2. Marketing-Konzept
Der Begriff Marketing-Konzept hat zwei Bedeutungen. Die erste entsteht
aus dem amerikanischen "concept of marketing"(Houston 1986, Kotler
1972), welches ein Paradigma beschreibt. Die zweite Bedeutung, auf die
hier nicht eingangen wird, lässt sich synonym mit "Marketing-Konzeption"
verwenden (Becker 1993).
2.1. Kundenorientierung
Kennzeichen des Marketing-Konzeptes ist die Kundenorientierung. Ausgangspunkt der Überlegungen bildet das Bedürfnis der potenziellen Zielkunden. Das Unternehmen muss Produkte und Dienstleistungen anbieten,
welche diese Bedürfnisse zu einem akzeptablen Preis und in der gewünschten Qualität befriedigen. Peter Drucker hat es so formuliert:
“Wenn wir verstehen wollen, was ein Geschäft darstellt, dann müssen wir
uns fragen, welchen Zweck es erfüllt. Und es gibt nur eine gültige Definition
dessen, was ein Geschäft bezweckt: es schafft Kunden. Es sind die Kunden,
die bestimmen, was ein Geschäft ist . Sie alleine sind bereit für die Güter
und Dienstleistungen zu bezahlen um damit Ressourcen in Vermögen, Dinge
in Güter zu verwandeln. Marketing ist derart grundlegend, dass es mit einer
guten Verkaufsmannschaft nicht getan ist. Marketing ist nicht bloss breiter
als Verkauf, es ist als blosse Aktivität gar nicht zu fassen. Es umfasst das
gesamte Geschäft. Man sieht das Geschäft aus der alles entscheidenden
Perspektive, nämlich aus der Sicht der Kunden.”(Drucker 1954).

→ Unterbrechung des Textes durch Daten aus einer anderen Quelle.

import { useState } from 'react';
import type { ProblemError } from '#client/api/problem-error.ts';
import { useAnnounce } from '#client/ui/announcer.tsx';
import { Button } from '#client/ui/button.tsx';
import { Dialog } from '#client/ui/dialog.tsx';
import { SelectField, TextField } from '#client/ui/fields.tsx';
import { moneyText } from '#client/ui/money.tsx';
import type { QuoteVersionView, QuoteView } from '#contract/quotes';
import { optionLetter } from '#domain/quotes/index';
import { formatDay } from '#domain/time/index';
import { useAcceptAtDesk } from './queries.ts';

/** The patient accepts at the desk on a signed form: the option, the name, and where the form is kept. */
export function AcceptanceDialog({
  quote,
  version,
  onClose,
}: {
  readonly quote: QuoteView;
  readonly version: QuoteVersionView;
  readonly onClose: () => void;
}) {
  const accept = useAcceptAtDesk();
  const announce = useAnnounce();
  const [optionNo, setOptionNo] = useState('1');
  const [typedName, setTypedName] = useState('');
  const [signedForm, setSignedForm] = useState(`Paper file, signed on ${formatDay(quote.today)}`);
  const problem = accept.error as ProblemError | null;
  return (
    <Dialog title={`Accept quote ${quote.number} at the desk`} open onClose={onClose}>
      <form
        onSubmit={(event) => {
          event.preventDefault();
          accept.mutate(
            {
              params: { quoteId: quote.quoteId },
              body: {
                quoteVersionId: version.quoteVersionId,
                optionNo: Number.parseInt(optionNo, 10),
                typedName,
                signedForm,
              },
            },
            {
              onSuccess: () => {
                announce('Accepted. The course of care is open.');
                onClose();
              },
            },
          );
        }}
        className="grid gap-4"
      >
        <SelectField
          label="Option"
          value={optionNo}
          onChange={setOptionNo}
          error={problem?.fieldMessage('optionNo')}
          choices={version.options.map((option, index) => ({
            value: String(index + 1),
            label: `${optionLetter(index)}, ${option.label}, ${moneyText(option.priced.totalMinor, option.priced.currency, true)}`,
          }))}
        />
        <TextField
          label="Name as signed"
          value={typedName}
          onChange={setTypedName}
          error={problem?.fieldMessage('typedName')}
          autoComplete="off"
          required
        />
        <TextField
          label="Where the signed form is kept"
          value={signedForm}
          onChange={setSignedForm}
          error={problem?.fieldMessage('signedForm')}
          required
        />
        {problem && problem.fields.length === 0 ? (
          <p role="alert" className="font-semibold text-bengal">
            {problem.message}
          </p>
        ) : null}
        <div className="mt-2 flex flex-wrap gap-3">
          <Button kind="primary" type="submit" sending={accept.isPending}>
            Accept
          </Button>
          <Button kind="quiet" onPress={onClose}>
            Leave it
          </Button>
        </div>
      </form>
    </Dialog>
  );
}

Übertragen auf Fachhochschulen bedeutet Drucker's Postulat, dass die
Leistungen, welche angeboten werden, nach den Bedürfnissen ausgerichtet
sein sollen. So "selbstverständlich" diese Bedürfnisorientierung klingen mag,
zeigt die Praxis, dass sie häufiger propagiert als tatsächlich gelebt wird.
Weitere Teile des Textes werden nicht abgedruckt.